→ Problem statement
When the line with "const positive = (what: string, unit: string, max: number)" appears below, start repeating lines exactly, and keep going through the line with "batchId: number;"; add nothing outside that span.

(Saved data entries)
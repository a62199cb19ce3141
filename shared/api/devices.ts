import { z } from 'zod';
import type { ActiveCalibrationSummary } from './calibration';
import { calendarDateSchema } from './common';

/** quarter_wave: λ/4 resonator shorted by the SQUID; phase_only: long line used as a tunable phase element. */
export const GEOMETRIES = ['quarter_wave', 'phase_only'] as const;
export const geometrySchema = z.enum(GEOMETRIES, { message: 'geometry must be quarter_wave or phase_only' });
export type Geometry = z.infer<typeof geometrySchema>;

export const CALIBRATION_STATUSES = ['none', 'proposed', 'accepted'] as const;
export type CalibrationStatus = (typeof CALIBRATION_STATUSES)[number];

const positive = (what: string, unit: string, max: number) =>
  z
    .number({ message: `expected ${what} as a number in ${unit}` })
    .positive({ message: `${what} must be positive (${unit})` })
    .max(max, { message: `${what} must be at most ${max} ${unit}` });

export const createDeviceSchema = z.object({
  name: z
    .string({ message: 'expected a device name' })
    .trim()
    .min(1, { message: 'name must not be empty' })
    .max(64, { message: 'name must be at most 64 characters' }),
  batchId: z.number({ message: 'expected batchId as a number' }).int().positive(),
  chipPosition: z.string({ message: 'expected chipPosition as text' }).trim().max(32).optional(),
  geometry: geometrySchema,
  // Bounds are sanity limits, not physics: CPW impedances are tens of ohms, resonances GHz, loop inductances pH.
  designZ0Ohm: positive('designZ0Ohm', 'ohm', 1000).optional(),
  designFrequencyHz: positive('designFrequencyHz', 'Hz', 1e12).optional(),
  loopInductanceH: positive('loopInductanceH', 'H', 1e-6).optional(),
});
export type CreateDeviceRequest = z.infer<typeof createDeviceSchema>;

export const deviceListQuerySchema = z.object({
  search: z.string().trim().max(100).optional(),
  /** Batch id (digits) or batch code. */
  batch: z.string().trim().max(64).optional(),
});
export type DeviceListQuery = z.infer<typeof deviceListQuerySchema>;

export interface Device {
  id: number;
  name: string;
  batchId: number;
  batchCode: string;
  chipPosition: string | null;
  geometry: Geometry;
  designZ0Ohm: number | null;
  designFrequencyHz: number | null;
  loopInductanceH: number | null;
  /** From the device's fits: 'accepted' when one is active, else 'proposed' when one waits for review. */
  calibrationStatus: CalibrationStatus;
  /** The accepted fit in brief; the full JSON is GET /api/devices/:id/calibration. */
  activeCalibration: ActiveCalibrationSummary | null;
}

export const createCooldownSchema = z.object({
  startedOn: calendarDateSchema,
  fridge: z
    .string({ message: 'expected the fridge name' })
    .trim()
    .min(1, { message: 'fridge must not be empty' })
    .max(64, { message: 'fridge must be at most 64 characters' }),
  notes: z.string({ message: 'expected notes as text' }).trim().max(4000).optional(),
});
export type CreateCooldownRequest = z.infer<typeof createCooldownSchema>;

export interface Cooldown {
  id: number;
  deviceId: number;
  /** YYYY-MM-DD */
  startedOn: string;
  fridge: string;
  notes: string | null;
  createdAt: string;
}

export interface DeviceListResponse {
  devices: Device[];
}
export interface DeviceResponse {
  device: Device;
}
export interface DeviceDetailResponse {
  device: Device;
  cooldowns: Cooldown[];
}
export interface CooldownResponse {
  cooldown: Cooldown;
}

→ Response to this task
const positive = (what: string, unit: string, max: number) =>
  z
    .number({ message: `expected ${what} as a number in ${unit}` })
    .positive({ message: `${what} must be positive (${unit})` })
    .max(max, { message: `${what} must be at most ${max} ${unit}` });

export const createDeviceSchema = z.object({
  name: z
    .string({ message: 'expected a device name' })
    .trim()
    .min(1, { message: 'name must not be empty' })
    .max(64, { message: 'name must be at most 64 characters' }),
  batchId: z.number({ message: 'expected batchId as a number' }).int().positive(),
  chipPosition: z.string({ message: 'expected chipPosition as text' }).trim().max(32).optional(),
  geometry: geometrySchema,
  // Bounds are sanity limits, not physics: CPW impedances are tens of ohms, resonances GHz, loop inductances pH.
  designZ0Ohm: positive('designZ0Ohm', 'ohm', 1000).optional(),
  designFrequencyHz: positive('designFrequencyHz', 'Hz', 1e12).optional(),
  loopInductanceH: positive('loopInductanceH', 'H', 1e-6).optional(),
});
export type CreateDeviceRequest = z.infer<typeof createDeviceSchema>;

export const deviceListQuerySchema = z.object({
  search: z.string().trim().max(100).optional(),
  /** Batch id (digits) or batch code. */
  batch: z.string().trim().max(64).optional(),
});
export type DeviceListQuery = z.infer<typeof deviceListQuerySchema>;

export interface Device {
  id: number;
  name: string;
  batchId: number;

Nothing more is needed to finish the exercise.